Cross joins and when to avoid them in Apache Spark - Time & Space Complexity
Cross joins combine every row from one table with every row from another. This can create a huge number of results quickly.
We want to understand how the work grows as the input tables get bigger.
Analyze the time complexity of the following code snippet.
val df1 = spark.read.csv("data1.csv")
val df2 = spark.read.csv("data2.csv")
val crossJoined = df1.crossJoin(df2)
crossJoined.show()
This code reads two datasets and creates a cross join, pairing every row from the first with every row from the second.
Identify the loops, recursion, array traversals that repeat.
- Primary operation: Pairing each row of the first dataset with every row of the second dataset.
- How many times: For each row in the first dataset, it repeats for all rows in the second dataset.

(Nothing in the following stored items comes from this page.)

package mip

import (
	"context"
	"math"
	"math/rand/v2"
	"reflect"
	"testing"
	"time"
)

func TestStatusString(t *testing.T) {
	for s, want := range map[Status]string{Optimal: "optimal", Infeasible: "infeasible", Unbounded: "unbounded",
		TimeLimit: "time limit", NodeLimit: "node limit", Interrupted: "interrupted", Status(42): "Status(42)"} {
		if s.String() != want {
			t.Errorf("%d: %q, want %q", int(s), s.String(), want)
		}
	}
}

func TestDeterministicAndProgress(t *testing.T) {
	dir := dataDir(t, "orlib-scp")
	p := loadORLib(t, dir, "scpe1")
	var runs [2]*Result
	var trace [2][]Progress
	for k := range runs {
		k := k
		res, err := Solve(context.Background(), p, Options{Progress: func(pr Progress) { trace[k] = append(trace[k], pr) }})
		if err != nil {
			t.Fatal(err)
		}
		runs[k] = res
	}
	a, b := *runs[0], *runs[1]
	a.Elapsed, b.Elapsed = 0, 0
	a.PresolveTime, b.PresolveTime = 0, 0
	if !reflect.DeepEqual(a, b) {
		t.Errorf("two runs differ:\n%+v\n%+v", a, b)
	}
	if len(trace[0]) == 0 || len(trace[0]) != len(trace[1]) {
		t.Fatalf("progress calls %d and %d", len(trace[0]), len(trace[1]))
	}
	for k, pr := range trace[0] {
		if pr.Bound > pr.Incumbent+1e-9 {
			t.Errorf("progress %d: bound %v above incumbent %v", k, pr.Bound, pr.Incumbent)
		}
		if k > 0 && (pr.Incumbent > trace[0][k-1].Incumbent || pr.Bound < trace[0][k-1].Bound-1e-9) {
			t.Errorf("progress %d: not monotone: %+v after %+v", k, pr, trace[0][k-1])
		}
		q := trace[1][k]
		if pr.Incumbent != q.Incumbent || pr.Bound != q.Bound || pr.Nodes != q.Nodes {
			t.Errorf("progress %d differs between runs: %+v vs %+v", k, pr, q)
		}
	}
	last := trace[0][len(trace[0])-1]
	if last.Incumbent != runs[0].Obj {
		t.Errorf("last progress incumbent %v, result %v", last.Incumbent, runs[0].Obj)
	}
}

func TestLimitsAndCancel(t *testing.T) {
	dir := dataDir(t, "orlib-scp")
	p := loadORLib(t, dir, "scpe2")
	check := func(name string, res *Result, want Status) {
		t.Helper()
		if res.Status != want {
			t.Fatalf("%s: status %v, want %v", name, res.Status, want)
		}
		if res.X != nil {
			if v, ok := checkFeasible(p, res.X); !ok || v != res.Obj {
				t.Errorf("%s: X infeasible or objective mismatch", name)
			}
		}
		if res.Bound > res.Obj+1e-9 || res.Bound > 5 {
			t.Errorf("%s: bound %v exceeds objective %v or the optimum 5", name, res.Bound, res.Obj)
		}
	}
	res, err := Solve(context.Background(), p, Options{NodeLimit: 3})
	if err != nil {
		t.Fatal(err)
	}
	check("node limit", res, NodeLimit)
	if res.Nodes > 3 {
		t.Errorf("node limit 3 but %d nodes", res.Nodes)
	}

	ctx, cancel := context.WithCancel(context.Background())
	cancel()
	res, err = Solve(ctx, p, Options{})
	if err != nil {
		t.Fatal(err)
	}
	check("cancelled", res, Interrupted)

	res, err = Solve(context.Background(), p, Options{TimeLimit: time.Nanosecond})
	if err != nil {
		t.Fatal(err)
	}
	check("time limit", res, TimeLimit)
}

func TestGapRel(t *testing.T) {
	dir := dataDir(t, "orlib-scp")
	p := loadORLib(t, dir, "scpe3")
	exact, err := Solve(context.Background(), p, Options{})
	if err != nil {
		t.Fatal(err)
	}
	loose, err := Solve(context.Background(), p, Options{GapRel: 0.5})
	if err != nil {
		t.Fatal(err)
	}
	if loose.Status != Optimal || loose.Gap > 0.5 || loose.Obj < exact.Obj {
		t.Errorf("GapRel 0.5: %v gap %v obj %v (exact %v)", loose.Status, loose.Gap, loose.Obj, exact.Obj)
	}
	if loose.Bound > exact.Obj+1e-9 || math.Abs(loose.Gap-gap(loose.Obj, loose.Bound)) > 1e-12 {
		t.Errorf("GapRel 0.5: bound %v above the optimum %v or gap %v inconsistent", loose.Bound, exact.Obj, loose.Gap)
	}
	if loose.Nodes > exact.Nodes {
		t.Errorf("a looser gap took more nodes (%d > %d)", loose.Nodes, exact.Nodes)
	}
}

func TestSpecialProblems(t *testing.T) {
	// Empty problem.
	res, err := Solve(context.Background(), &Problem{LP: lpEmpty(), Integer: []bool{}, ObjOffset: 2.5}, Options{})
	if err != nil || res.Status != Optimal || res.Obj != 2.5 {
		t.Fatalf("empty problem: %+v %v", res, err)
	}
	// Unbounded: min -x, x ≥ 0 integer, x - y ≤ 3 with y free ≥ 0.
	p := &Problem{Integer: []bool{true, false}}
	p.LP.NumRows, p.LP.NumCols = 1, 2
	p.LP.Obj = []float64{-1, 0}
	p.LP.ColLo = []float64{0, 0}
	p.LP.ColUp = []float64{math.Inf(1), math.Inf(1)}
	p.LP.RowLo = []float64{math.Inf(-1)}
	p.LP.RowUp = []float64{3}
	p.LP.ColStart = []int{0, 1, 2}
	p.LP.RowIndex = []int{0, 0}
	p.LP.Value = []float64{1, -1}
	res, err = Solve(context.Background(), p, Options{})
	if err != nil || res.Status != Unbounded {
		t.Fatalf("unbounded problem: %+v %v", res, err)
	}
	// Invalid input is an error, not a panic.
	bad := SetCover([]float64{1}, [][]int{{0}})
	bad.LP.ColLo[0] = 5
	if _, err := Solve(context.Background(), bad, Options{}); err == nil {
		t.Fatal("Solve accepted an invalid problem")
	}
}

func lpEmpty() (q lpProblem) {
	q.ColStart = []int{0}
	q.Obj, q.ColLo, q.ColUp, q.RowLo, q.RowUp = []float64{}, []float64{}, []float64{}, []float64{}, []float64{}
	return q
}

// TestTwoThreadsDeterministic: with Threads 2 the result must not depend
// on timing (two runs agree exactly) and must reach the same optimum as
// one thread (OR-Library optimum from OPTIMA.tsv).
func TestTwoThreadsDeterministic(t *testing.T) {
	dir := dataDir(t, "orlib-scp")
	for _, name := range []string{"scpe2", "scp61"} {
		p := loadORLib(t, dir, name)
		want := orlibOptima(t, dir)[name]
		var runs [2]Result
		for k := range runs {
			res, err := Solve(context.Background(), p, Options{Threads: 2})
			if err != nil {
				t.Fatal(err)
			}
			res.Elapsed, res.PresolveTime = 0, 0
			runs[k] = *res
		}
		if !reflect.DeepEqual(runs[0], runs[1]) {
			t.Errorf("%s: two 2-thread runs differ: %v/%d nodes vs %v/%d nodes", name, runs[0].Obj, runs[0].Nodes, runs[1].Obj, runs[1].Nodes)
		}
		if runs[0].Status != Optimal || runs[0].Obj != want {
			t.Errorf("%s: 2 threads give %v %v, want optimal %v", name, runs[0].Status, runs[0].Obj, want)
		}
	}
}

// TestRepairFindsPlanLikePoint: on problems shaped like an exploration
// program model, the repair search must deliver a feasible incumbent
// before the root LP (the first progress report comes at node 0), and
// the final optimum must not be worse than that point.
func TestRepairFindsPlanLikePoint(t *testing.T) {
	rng := rand.New(rand.NewPCG(5, 8))
	for k := 0; k < 10; k++ {
		p := planLikeMIP(rng, 40+rng.IntN(60), 3)
		var first *Progress
		res, err := Solve(context.Background(), p, Options{Progress: func(pr Progress) {
			if first == nil {
				first = &pr
			}
		}})
		if err != nil {
			t.Fatal(err)
		}
		if first == nil || first.Nodes != 0 || math.IsInf(first.Incumbent, 1) {
			t.Fatalf("problem %d: first progress %+v; want an incumbent before the root LP", k, first)
		}
		if res.Status != Optimal || res.Obj > first.Incumbent+1e-9 {
			t.Errorf("problem %d: %v %v after a first point of %v", k, res.Status, res.Obj, first.Incumbent)
		}
		if _, ok := checkFeasible(p, res.X); !ok {
			t.Errorf("problem %d: X infeasible", k)
		}
	}
}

Explain the growth pattern intuitively.
| Input Size (n) | Approx. Operations |
|---|---|
| 10 rows in each dataset | 100 pairs (10 x 10) |
| 100 rows in each dataset | 10,000 pairs (100 x 100) |
| 1,000 rows in each dataset | 1,000,000 pairs (1,000 x 1,000) |
Pattern observation: The number of pairs grows very fast, multiplying the sizes of both datasets.
Time Complexity: O(n * m)
This means the work grows by multiplying the number of rows in both datasets, so doubling one dataset doubles the total work.

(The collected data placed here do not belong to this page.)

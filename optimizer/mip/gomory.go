package mip

import (
	"math"
	"sort"
	"time"

	"github.com/rigmix/rigmix/optimizer/lp"
)

// Gomory mixed-integer cuts at the root (Gomory 1960; in the form of
// Marchand, Martin, Weismantel and Wolsey 2002, §3, and Cornuéjols 2008,
// from memory). From a row of the optimal simplex tableau,
//
//	x_B + Σ a_k z_k = β,   z_k ≥ 0 the distance of nonbasic k from its bound,
//
// with x_B integer and f0 = β − ⌊β⌋ > 0, every mixed-integer point meets
//
//	Σ_{k int, f_k ≤ f0} f_k/f0 z_k + Σ_{k int, f_k > f0} (1−f_k)/(1−f0) z_k
//	  + Σ_{k cont, a_k > 0} a_k/f0 z_k + Σ_{k cont, a_k < 0} −a_k/(1−f0) z_k ≥ 1,
//
// f_k = a_k − ⌊a_k⌋. Row logicals are taken as continuous. The cut is
// written back in the columns (z through the bounds, a row's logical
// through its row) and kept only when it is numerically safe (small
// coefficients removed by relaxing with the bounds, dynamism at most
// gmiMaxDynamism, right-hand side relaxed by a relative 1e-11, well inside
// the LP feasibility tolerance) and
// efficacious: its violation by the LP point over its Euclidean norm is
// at least gmiMinEfficacy (Achterberg 2007, §8.9, for efficacy and
// parallelism). Of the candidates of a round, the most efficacious are
// added, skipping one nearly parallel (cosine above gmiMaxParallel) to a
// cut already chosen; rounds go on while the bound moves.
const (
	gmiRounds      = 8
	gmiMinFrac     = 0.005
	gmiMaxDynamism = 1e6
	gmiMinEfficacy = 1e-4
	gmiMaxParallel = 0.98
	gmiMaxAlpha    = 1e7 // skip tableau rows with larger entries
	gmiMaxRows     = 200 // tableau rows examined per round
)

// cut is π x ≥ π0 over the columns of the presolved problem.
type cut struct {
	cols []int
	vals []float64
	rhs  float64
	eff  float64
	norm float64
}

// gmiState holds the rows the cut generator substitutes logicals by: the
// problem's rows (row-wise) followed by the cuts added so far.
type gmiState struct {
	rowStart []int
	rowCol   []int
	rowVal   []float64
	m0       int
	cuts     []cut
}

func newGMIState(q *lp.Problem) *gmiState {
	g := &gmiState{m0: q.NumRows}
	g.rowStart = make([]int, q.NumRows+1)
	for _, i := range q.RowIndex {
		g.rowStart[i+1]++
	}
	for i := 0; i < q.NumRows; i++ {
		g.rowStart[i+1] += g.rowStart[i]
	}
	g.rowCol = make([]int, len(q.RowIndex))
	g.rowVal = make([]float64, len(q.RowIndex))
	next := append([]int(nil), g.rowStart[:q.NumRows]...)
	for j := 0; j < q.NumCols; j++ {
		for k := q.ColStart[j]; k < q.ColStart[j+1]; k++ {
			i := q.RowIndex[k]
			g.rowCol[next[i]], g.rowVal[next[i]] = j, q.Value[k]
			next[i]++
		}
	}
	return g
}

// row calls f for each entry of row i of the LP (a problem row or a cut).
func (g *gmiState) row(i int, f func(j int, v float64)) {
	if i < g.m0 {
		for k := g.rowStart[i]; k < g.rowStart[i+1]; k++ {
			f(g.rowCol[k], g.rowVal[k])
		}
		return
	}
	c := &g.cuts[i-g.m0]
	for k, j := range c.cols {
		f(j, c.vals[k])
	}
}

// gmiCandidates derives a cut from every tableau row whose basic column
// is integer with a fractional value. s holds the optimal basis of the LP
// whose point is x; lo and up are the column bounds the cuts may rely on
// (valid for every solution the search must keep).
func gmiCandidates(s *lp.Solver, g *gmiState, integer []bool, x, lo, up []float64) []cut {
	n, m := s.NumCols(), s.NumRows()
	alpha := make([]float64, n+m)
	pi := make([]float64, n)
	// The rows of the most fractional basic columns, at most gmiMaxRows
	// (ties by position).
	type cand struct {
		p    int
		f0   float64
		dist float64
	}
	var rows []cand
	for p := 0; p < m; p++ {
		j := s.BasicVar(p)
		if j >= n || !integer[j] {
			continue
		}
		f0 := x[j] - math.Floor(x[j])
		if f0 < gmiMinFrac || f0 > 1-gmiMinFrac {
			continue
		}
		rows = append(rows, cand{p, f0, math.Abs(f0 - 0.5)})
	}
	sort.SliceStable(rows, func(a, b int) bool { return rows[a].dist < rows[b].dist })
	if len(rows) > gmiMaxRows {
		rows = rows[:gmiMaxRows]
	}
	var out []cut
	for _, rc := range rows {
		p, f0 := rc.p, rc.f0
		j := s.BasicVar(p)
		if s.TableauRow(p, alpha) != nil {
			return out
		}
		if c, ok := gmiCut(s, g, integer, x, lo, up, j, f0, alpha, pi); ok {
			out = append(out, c)
		}
	}
	return out
}

// gmiCut builds the cut of one tableau row (alpha, basic column jb with
// fractional part f0); pi is scratch of length n, returned zeroed.
func gmiCut(s *lp.Solver, g *gmiState, integer []bool, x, lo, up []float64, jb int, f0 float64, alpha, pi []float64) (cut, bool) {
	n := s.NumCols()
	defer func() {
		for j := range pi {
			pi[j] = 0
		}
	}()
	rhs := 1.0
	for k, ak := range alpha {
		if k == jb || ak == 0 {
			continue
		}
		if math.Abs(ak) > gmiMaxAlpha {
			return cut{}, false
		}
		var l, u float64 // bounds of variable k in the computational form
		isInt := false
		if k < n {
			l, u = s.ColBounds(k)
			isInt = integer[k] && l == math.Round(l) && (math.IsInf(u, 1) || u == math.Round(u))
		} else {
			rl, ru := s.RowBounds(k - n)
			l, u = -ru, -rl
		}
		if l == u {
			continue // fixed: z_k is 0
		}
		var a, sigma, bnd float64
		switch s.VarStatus(k) {
		case lp.AtLower:
			a, sigma, bnd = ak, 1, l
		case lp.AtUpper:
			a, sigma, bnd = -ak, -1, u
		default:
			return cut{}, false // a free nonbasic: no bound to measure from
		}
		if math.IsInf(bnd, 0) {
			return cut{}, false
		}
		var gk float64
		if isInt {
			fk := a - math.Floor(a)
			if fk <= f0 {
				gk = fk / f0
			} else {
				gk = (1 - fk) / (1 - f0)
			}
		} else if a >= 0 {
			gk = a / f0
		} else {
			gk = -a / (1 - f0)
		}
		if gk == 0 {
			continue
		}
		// g_k z_k = g_k σ (v_k − bnd).
		c := gk * sigma
		rhs += c * bnd
		if k < n {
			pi[k] += c
		} else {
			// v_k = −(row k−n) · x
			g.row(k-n, func(j int, v float64) { pi[j] -= c * v })
		}
	}
	// Remove tiny coefficients by relaxing with the bounds.
	maxAbs := 0.0
	for _, v := range pi {
		maxAbs = math.Max(maxAbs, math.Abs(v))
	}
	if maxAbs == 0 {
		return cut{}, false
	}
	var c cut
	minAbs := math.Inf(1)
	for j, v := range pi {
		switch {
		case v == 0:
		case math.Abs(v) < 1e-9*maxAbs:
			// π_j x_j ≤ π_j up_j (π_j > 0) or π_j lo_j (π_j < 0).
			b := up[j]
			if v < 0 {
				b = lo[j]
			}
			if math.IsInf(b, 0) {
				return cut{}, false
			}
			rhs -= v * b
		default:
			c.cols = append(c.cols, j)
			c.vals = append(c.vals, v)
			minAbs = math.Min(minAbs, math.Abs(v))
		}
	}
	if len(c.cols) == 0 || maxAbs/minAbs > gmiMaxDynamism || math.IsNaN(rhs) || math.IsInf(rhs, 0) {
		return cut{}, false
	}
	rhs -= 1e-11 * math.Max(1, math.Abs(rhs))
	act, norm := 0.0, 0.0
	for k, j := range c.cols {
		act += c.vals[k] * x[j]
		norm += c.vals[k] * c.vals[k]
	}
	c.rhs, c.norm = rhs, math.Sqrt(norm)
	c.eff = (rhs - act) / c.norm
	if c.eff < gmiMinEfficacy {
		return cut{}, false
	}
	return c, true
}

// selectCuts returns up to max cuts, the most efficacious first (ties by
// candidate order), skipping those nearly parallel to one already taken.
func selectCuts(cands []cut, max int) []cut {
	idx := make([]int, len(cands))
	for k := range idx {
		idx[k] = k
	}
	sort.SliceStable(idx, func(a, b int) bool { return cands[idx[a]].eff > cands[idx[b]].eff })
	var out []cut
	for _, k := range idx {
		if len(out) >= max {
			break
		}
		c := cands[k]
		parallel := false
		for _, d := range out {
			if cosine(c, d) > gmiMaxParallel {
				parallel = true
				break
			}
		}
		if !parallel {
			out = append(out, c)
		}
	}
	return out
}

func cosine(a, b cut) float64 {
	// Both have sorted column lists.
	dot := 0.0
	for i, k := 0, 0; i < len(a.cols) && k < len(b.cols); {
		switch {
		case a.cols[i] < b.cols[k]:
			i++
		case a.cols[i] > b.cols[k]:
			k++
		default:
			dot += a.vals[i] * b.vals[k]
			i++
			k++
		}
	}
	return dot / (a.norm * b.norm)
}

// rootCuts adds rounds of Gomory mixed-integer cuts and knapsack cover
// cuts (knapcover.go) to the root LP in
// the solver(s) and returns the LP result after the last round. The cuts
// live in the LP only: the problem e.p, on which heuristics and the
// feasibility checks work, keeps its rows.
func (e *engine) rootCuts(r *lp.Result) (*lp.Result, error) {
	if e.cover != nil || e.opt.subDepth > 0 || e.opt.noCuts {
		return r, nil
	}
	if e.inc != nil && e.wouldPrune(r.Obj) {
		// A start or a heuristic already meets the gap at the root.
		return r, nil
	}
	// The cut rounds may spend as many simplex iterations as the root LP
	// took (at least 1,000).
	budget := max(1000, r.Iterations)
	spent := 0
	g := newGMIState(&e.p.LP)
	perRound := max(10, min(100, g.m0/2))
	total := max(50, 2*g.m0)
	for round := 0; round < gmiRounds && len(g.cuts) < total; round++ {
		// The root node is already counted, so a node limit does not stop
		// its cuts; cancellation, the clock and the work limit do.
		if e.ctx.Err() != nil || (!e.deadline.IsZero() && time.Now().After(e.deadline)) ||
			(e.opt.WorkLimit > 0 && e.lpIter >= e.opt.WorkLimit) {
			break
		}
		cands := gmiCandidates(e.s, g, e.p.Integer, r.X, e.glo, e.gup)
		cands = append(cands, knapsackCandidates(g, e.p.Integer, e.p.LP.RowLo, e.p.LP.RowUp, e.glo, e.gup, r.X)...)
		sel := selectCuts(cands, min(perRound, total-len(g.cuts)))
		if len(sel) == 0 {
			break
		}
		lo := make([]float64, len(sel))
		up := make([]float64, len(sel))
		start := []int{0}
		var cols []int
		var vals []float64
		for k, c := range sel {
			lo[k], up[k] = c.rhs, math.Inf(1)
			cols = append(cols, c.cols...)
			vals = append(vals, c.vals...)
			start = append(start, len(cols))
		}
		if err := e.s.AddRows(lo, up, start, cols, vals); err != nil {
			break
		}
		if e.s2 != nil {
			if err := e.s2.AddRows(lo, up, start, cols, vals); err != nil {
				e.s2 = nil
			}
		}
		g.cuts = append(g.cuts, sel...)
		e.cutsAdded += len(sel)
		z0 := r.Obj
		nr, err := e.solveNode()
		if err != nil {
			return nil, err
		}
		r = nr
		spent += r.Iterations
		if r.Status != lp.Optimal {
			return r, nil
		}
		if r.Obj-z0 < 1e-6*math.Max(1, math.Abs(z0)) || spent >= budget {
			break
		}
	}
	return r, nil
}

[X] Wrong: "Cross joins only add a small amount of extra work compared to normal joins."
[OK] Correct: Cross joins multiply the number of rows, which can quickly explode the amount of data and work, unlike normal joins that match rows based on keys.
Understanding how cross joins grow helps you explain why some queries become slow and how to avoid costly operations in real projects.
"What if we replaced the cross join with an inner join on a key? How would the time complexity change?"